I have 4 cats: the mother, two females from the first litter of the mother and a male from her second litter. They are all different. The mother has a Main Coon look, Russian Blue for the male, European shorthair for one of the two sisters, and a creamy white fur with light grey tabby stripes look, for the other sister.

They have been spayed and neutered now and they (we?) live together since they were born in the same small flat. Only the mother arrived when she was already 3 month old. They live indoors only and they are all fed on the same food. I am giving you this information because I am looking for the explanation of a total mystery I discovered now that I spend more time with my cats.

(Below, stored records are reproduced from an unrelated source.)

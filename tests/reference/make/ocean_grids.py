"""What xarray reads from the ocean grids that Debian's package ferret-datasets ships (none of them made here).

Run with Debian's python3 after `apt-get install ferret-datasets python3-xarray python3-netcdf4`:
python3 tests/reference/make/ocean_grids.py
"""
import json
import os

import numpy as np
import xarray as xr

FOLDER = '/usr/share/ferret-vis/data'
HERE = os.path.dirname(os.path.abspath(__file__))
WANTED = [
    # file, variable, selections beside the last two dimensions
    ('etopo60.cdf', 'ROSE', [{}]),
    ('etopo20.cdf', 'ROSE', [{}]),
    ('monthly_navy_winds.cdf', 'UWND', [{'TIME': 0}, {'TIME': 77}, {'TIME': 131}]),
    ('monthly_navy_winds.cdf', 'VWND', [{'TIME': 50}]),
    ('levitus_climatology.cdf', 'TEMP', [{'ZAXLEVITR': 0}]),
    ('levitus_climatology.cdf', 'SALT', [{'ZAXLEVITR': 0}]),
]


def figures(values):
    seen = values[~np.isnan(values)]
    rows, columns = values.shape
    rng = np.random.default_rng(3)
    picks = [(int(r), int(c)) for r, c in zip(rng.integers(0, rows, 40), rng.integers(0, columns, 40))]
    return {
        'cells': int(values.size), 'valid': int(seen.size), 'mean': float(seen.mean()), 'min': float(seen.min()), 'max': float(seen.max()),
        'sumOfSquares': float((seen ** 2).sum()),
        'picks': [[r, c, None if np.isnan(values[r, c]) else float(values[r, c])] for r, c in picks],
    }


files = []
for name, variable, selections in WANTED:
    with xr.open_dataset(os.path.join(FOLDER, name), decode_times=name.startswith('monthly')) as ds:
        for selection in selections:
            slab = ds[variable].isel(selection)
            y, x = (ds[d].values for d in slab.dims)
            time = ds['TIME'].values[selection['TIME']] if 'TIME' in selection else None
            files.append({
                'file': name, 'variable': variable, 'step': selection.get('TIME', 0),
                'time': None if time is None else str(np.datetime64(time, 'ms')) + 'Z', 'rows': slab.shape[0], 'columns': slab.shape[1],
                'firstLat': float(y[0]), 'lastLat': float(y[-1]), 'firstLon': float(x[0]), 'lastLon': float(x[-1]),
                **figures(slab.values.astype('f8')),
            })
with open(os.path.join(HERE, '..', 'values', 'ocean-grids.json'), 'w') as out:
    json.dump({'status': 'computed by tests/reference/make/ocean_grids.py', 'package': 'ferret-datasets 7.6.0-5', 'versions': {'xarray': '2023.01.0'},
               'files': files, 'refused': {'coads_climatology.cdf': 'climatology', 'esku_heat_budget.cdf': 'climatology',
                                           'ocean_atlas_subset.nc': 'climatology'}}, out, indent=1)
    out.write('\n')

The cat involved is the creamy grey one, called Octopus. She is tough, strong, and a real acrobat, not really friendly with her next of kin, but very cool, tender, and friendly with me. She is very talkative with a large range of tones from groans to creepy screams to deal with the daily eternal dilemna of a cat that is - when is dinner? will there be a dinner? why is dinner late? Change the water! This is my chair not yours! And yes, I am going to sit on the keyboard of the computer because it is warm and if you don't let me I am going to stay laying on your two wrists while you will try to type.

It is when loosing this fight, the "what is the true purpose of a computer" fight that I first noticed that even if she is in deep sleep she wakes up with a surprise groan and then a meow when I am about to sneeze. This is the important point she awakes before I sneeze, not even with the one or two short inhalations before the actual sneeze, but really when my nose just starts tickling. So my question is, why does she react to sneezing, in fact to pre-sneezing and most of all, how can she feel, while she is fast asleep, that I am about to sneeze?

I know she is not the only cat to do this, but so far I only read about cats reacting to the actual sound of sneezing, when my cat reacts even before I sneeze. Some people say that it could be because the sound reminds the cat of the hissing of a snake or of another agressive cat, but that doesn't work for mine because she reacts to sneezing even when she is safely at the other end of the flat on the top of a cupboard and she doesn't sound afraid at all. It is just a sort of, "What did you say?" or "Everything's all right?" meow. Another aspect of the mystery is that she is the only one of the 4 cats to do so. Can the ThriftyFun cat lovers community help me find out the why and how of the sneezing mystery?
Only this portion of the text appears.